Hal ini tentu merupakan langkah yang besar, mengingat hampir seluruh negara di dunia melakukan peralihan energi tersebut secara perlahan, dalam 10 hingga 20 tahun. Rencana Ethiopia tersebut serupa dengan Norwegia yang juga berencana untuk meninggalkan kendaraan bahan bakar fosil (Internal Combustion Engine/ICE).
Selain tidak berkelanjutan secara finansial, tingkat polusi di berbagai kota di Ethiopia juga tidak terkendali. Satu-satunya jalan keluar dari masalah ini, menurut Menteri Sime, adalah pelarangan segera terhadap kendaraan non-listrik yang masuk ke negaranya, baik kendaraan lama maupun yang baru.

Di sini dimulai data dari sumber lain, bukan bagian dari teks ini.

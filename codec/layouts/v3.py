"""Frame layout version 3: several windows per frame, range-coded coefficients (the default).

Written down bit by bit in ``FRAME_LAYOUT.md`` ("Version 3").  A frame::

    sync(16) | version(4)=3 long(1) length(11 or 27) profile(8) sequence(8)
    windows-1(4) multi(1) [channel(cb) if multi = 0] short(1) [valid-1(ib) if short]
    [mean_change(1) if windows > 1 and reference ac] [count_change(1) if windows > 1]
    | per subframe: step(10, or exp-Golomb of the zigzag change) [mean: exp-Golomb
      of zigzag, reference ac] count(bit_length(N)) [quantizer(1), version 4]
    | zero padding to a byte | range-coded coefficients of every subframe | crc(16)

Subframes come window by window (the ``windows`` consecutive windows from
``sequence``), and inside a window channel by channel (every channel of the
profile when multi = 1, else the one ``channel``).  ``short`` marks that the
frame's last window is a short last window.  ``cb = bit_length(channels - 1)``.
With ``mean_change`` (``count_change``) set, every subframe after a
channel's first one in the frame sends its mean (count) as the exp-Golomb
code of the zigzag change from that channel's previous window in the frame.
The coefficients are one range-coded lane (:mod:`codec.entropy.rangecoder`) running from
the first byte after the padding to the CRC; bytes past its end read as zero.

Layout 4 (:mod:`codec.layouts.v4`) is this layout with a quantizer bit per
subframe; the routines here take it as the ``quantizer_bit`` switch.
"""

from __future__ import annotations

import dataclasses
from dataclasses import dataclass

import numpy as np

from ..entropy.bits import BitReader, bit_length, pack_fields
from ..entropy.rangecoder import (
    coefficient_ops,
    decode_coefficients,
    encode_lanes,
    zero_tail_bits,
)
from ..entropy.rice import exp_golomb_bits, zigzag
from ..quantize.select import choose_steps
from ..transform.bases import has_alternate_basis
from ..transform.predict import lag_bits, predictable
from .envelope import CRC_BYTES, LONG_LENGTH_BITS, SHORT_LENGTH_BITS, SYNC, FrameKey, wrap_frames
from .fields import header_bits, header_slots, read_header
from .registry import (
    CodedFrames,
    LengthField,
    PackedFrames,
    ParseContext,
    ParsedFrames,
    Verdicts,
    register_layout,
)
from .subframes import (
    count_bits,
    length_width,
    parse_checked,
    parsed_frames,
    read_subheaders,
    refuse_contents,
    size_length_fields,
    subframes_fit,
    write_frame_heads,
    write_subheaders,
)
from .v1 import index_bits, max_frame_bytes_for
from .v2 import PACK_BLOCK

__all__ = [
    "LAYOUT_VERSION_3",
    "HEADER_FIELDS_V3",
    "HEADER_FIELDS_V5",
    "FrameBatchV3",
    "Layout3",
    "LAYOUT_3",
    "RD_OFFSET_V3",
    "pack_frames_v3",
    "parse_frames_v3",
    "channel_bits",
]

LAYOUT_VERSION_3 = 3
#: Layout 5: bits of the frame's exp-Golomb order of its mean fields (orders 0 to 15).
MEAN_ORDER_BITS = 4
#: The other versions these routines serve and what each adds to version 3's subframes:
#: 4 the quantizer bit (:mod:`codec.layouts.v4`), 5 the prediction fields
#: (:mod:`codec.layouts.v5`), 6 those and the basis switch (:mod:`codec.layouts.v6`), 7
#: those, a flag per channel and frame dropping the count fields and a range-coded string
#: per channel of a multi-channel frame (:mod:`codec.layouts.v7`).
QUANTIZER_BIT_VERSION, PREDICTION_VERSION, SWITCH_VERSION, STRINGS_VERSION = 4, 5, 6, 7
WINDOW_BITS = 4
#: Smallest possible v3 frame: sync, 4 header bytes, CRC.
MIN_V3_BYTES = len(SYNC) + 4 + CRC_BYTES
#: The one rounding offset (a slightly widened dead zone).  With the rest of each budget
#: spent by zeroing +-1 codes (spend_slack), one offset does as well as trying two:
#: measured in FRAME_LAYOUT.md.
RD_OFFSET_V3 = 0.42


def channel_bits(channels: int) -> int:
    """Bits of the channel field of a single-channel frame."""
    return int(max(channels, 1) - 1).bit_length()


def _several(h, ctx):
    return h["windows_minus_1"] > 0


#: (field, bits, meaning) of the frame header after the sync marker (layouts 3 and 4;
#: layout 5 adds three fields, HEADER_FIELDS_V5);
#: ``bits`` may be a function of the fields before it (:mod:`codec.layouts.fields`).
HEADER_FIELDS_V3 = (
    ("version", 4, "frame layout version (3 to 7)"),
    ("long", 1, "0: the length field has 11 bits; 1: 27 bits"),
    ("length", length_width, "bytes in the whole frame, sync marker to CRC"),
    ("profile", 8, "low byte of the 16-bit profile identifier"),
    ("sequence", 8, "index, modulo 256, of the frame's first window"),
    ("windows_minus_1", WINDOW_BITS, "the frame carries 1..16 consecutive windows"),
    ("multi", 1, "1: every channel of the profile in each window; 0: one channel"),
    ("channel", lambda h, c: np.where(h["multi"], 0, channel_bits(c.channels)),
     "channel index (when multi = 0)"),
    ("short", 1, "1: the frame's last window is a short last window"),
    ("valid_minus_1", lambda h, c: np.where(h["short"], index_bits(c.n), 0),
     "real samples in that window minus one (when short = 1)"),
    ("mean_change", lambda h, c: _several(h, c) & c.has_mean,
     "1: later windows send their mean as a change (when windows > 1, reference ac)"),
    ("count_change", _several, "1: later windows send their count as a change (windows > 1)"),
)

#: Layouts 5 to 7: layout 3's header and three more fields (:mod:`codec.layouts.v5`; layout
#: 7's own fields are in its subframes).
HEADER_FIELDS_V5 = HEADER_FIELDS_V3 + (
    ("predict", _several,
     "1: subframes carry long-term prediction fields (when windows > 1, layouts 5 to 7)"),
    ("one_step", _several,
     "1: later windows repeat their channel's step and send none (windows > 1, layouts 5 to 7)"),
    ("mean_order", lambda h, c: np.where(c.has_mean, MEAN_ORDER_BITS, 0),
     "order k of the exp-Golomb codes of the mean fields (reference ac, layouts 5 to 7)"),
)
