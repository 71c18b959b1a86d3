"""Former home of layouts 3 and 4: their names, kept for code not yet moved.

New code imports from :mod:`codec.layouts.v3` and :mod:`codec.layouts.v4`.
This module only re-exports them (``parse_frames_v3`` as the former dict) and
goes once nothing imports it.
"""

from __future__ import annotations

from . import v3 as _v3
from .legacy import as_dict
from .v3 import LAYOUT_VERSION_3, FrameBatchV3, channel_bits, pack_frames_v3
from .v4 import LAYOUT_VERSION_4

__all__ = ["LAYOUT_VERSION_3", "LAYOUT_VERSION_4", "FrameBatchV3", "pack_frames_v3",
           "parse_frames_v3", "channel_bits"]


def parse_frames_v3(data, offsets, lengths, n, channels, has_mean,
                    version: int = LAYOUT_VERSION_3) -> dict:
    """:func:`codec.layouts.v3.parse_frames_v3` as the former dict of arrays."""
    p = _v3.parse_frames_v3(data, offsets, lengths, n, channels, has_mean, version)
    return as_dict(p, trellis=version != LAYOUT_VERSION_3, several=True)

Kementerian Transportasi bergerak untuk menindaklanjuti rencana prioritas tinggi untuk membangun infrastruktur pengisian daya di seluruh negeri, menyusul laporan yang disampaikan oleh Sime kepada Dewan Perwakilan Rakyat Ethiopia.
Larangan yang direncanakan akan ditegakkan secara ketat, termasuk pemilik kendaraan yang diharuskan menjalani tes asap (uji emisi) yang juga ketat. Setiap kendaraan yang gagal dalam uji tersebut tidak lagi memenuhi syarat untuk diservis dan harus disingkirkan dari jalan raya.
Diketahui ada sekitar dua juta kendaraan di negara ini yang sebagian besar di antaranya berusia lebih dari 20 tahun. Kendaraan yang lebih tua telah dikenai pajak tinggi, sehingga memaksa para importir untuk membawa mobil-mobil yang lebih baru ke negara tersebut.
Di sisi lain, importir mobil dengan emisi rendah akan dikenakan pajak yang lebih rendah dan manufaktur mobil listrik lokal didorong dengan keringanan pajak dan insentif yang besar.